##### EXCERPTED RECORDS

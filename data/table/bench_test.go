package table

import (
	"bytes"
	"fmt"
	"math"
	"testing"
)

// longTable is a table of frequency sweeps as instruments write them.
func longTable(rows int) []byte {
	var b bytes.Buffer
	b.WriteString("step;f / Hz;T / °C;strain / %;G' / MPa;G'' / MPa;tan δ\n")
	for i := range rows {
		fmt.Fprintf(&b, "%d;%.4f;%.2f;%.4f;%.6f;%.6f;%.5f\n", i/20+1, math.Pow(10, float64(i%20)/10), 20+float64(i/20%9), 0.2+0.0001*float64(i%7), 2+0.01*float64(i%20), 0.2+0.001*float64(i%20), 0.1+0.0001*float64(i%20))
	}
	return b.Bytes()
}

// BenchmarkRead reads a table of 100 000 rows and takes its numbers; the sum of
// them is checked.
func BenchmarkRead(b *testing.B) {
	content := longTable(100_000)
	b.SetBytes(int64(len(content)))
	for b.Loop() {
		t, err := Read("a.csv", content, Settings{})
		if err != nil {
			b.Fatal(err)
		}
		sum := 0.0
		for _, r := range t.Rows {
			for c := 1; c < 7; c++ {
				v, err := t.Value(r, c)
				if err != nil {
					b.Fatal(err)
				}
				sum += v
			}
		}
		if len(t.Rows) != 100_000 || !(sum > 2e11) {
			b.Fatal(len(t.Rows), sum)
		}
	}
}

##########

EXERCISE DIRECTIONS: What is needed here is an exact transcription of the records above.

RESULT OF THE EXERCISE:
filename data/table/bench_test.go
package table

import (
	"bytes"
	"fmt"
	"math"
	"testing"
)

// longTable is a table of frequency sweeps as instruments write them.
func longTable(rows int) []byte {
	var b bytes.Buffer
	b.WriteString("step;f / Hz;T / °C;strain / %;G' / MPa;G'' / MPa;tan δ\n")
	for i := range rows {
		fmt.Fprintf(&b, "%d;%.4f;%.2f;%.4f;%.6f;%.6f;%.5f\n", i/20+1, math.Pow(10, float64(i%20)/10), 20+float64(i/20%9), 0.2+0.0001*float64(i%7), 2+0.01*float64(i%20), 0.2+0.001*float64(i%20), 0.1+0.0001*float64(i%20))
	}
	return b.Bytes()
}

// BenchmarkRead reads a table of 100 000 rows and takes its numbers; the sum of
// them is checked.
func BenchmarkRead(b *testing.B) {
	content := longTable(100_000)
	b.SetBytes(int64(len(content)))
	for b.Loop() {
		t, err := Read("a.csv", content, Settings{})
		if err != nil {
			b.Fatal(err)
		}
		sum := 0.0
		for _, r := range t.Rows {
			for c := 1; c < 7; c++ {
				v, err := t.Value(r, c)
				if err != nil {
					b.Fatal(err)
				}
				sum += v
			}
		}
		if len(t.Rows) != 100_000 || !(sum > 2e11) {
			b.Fatal(len(t.Rows), sum)
		}
	}
}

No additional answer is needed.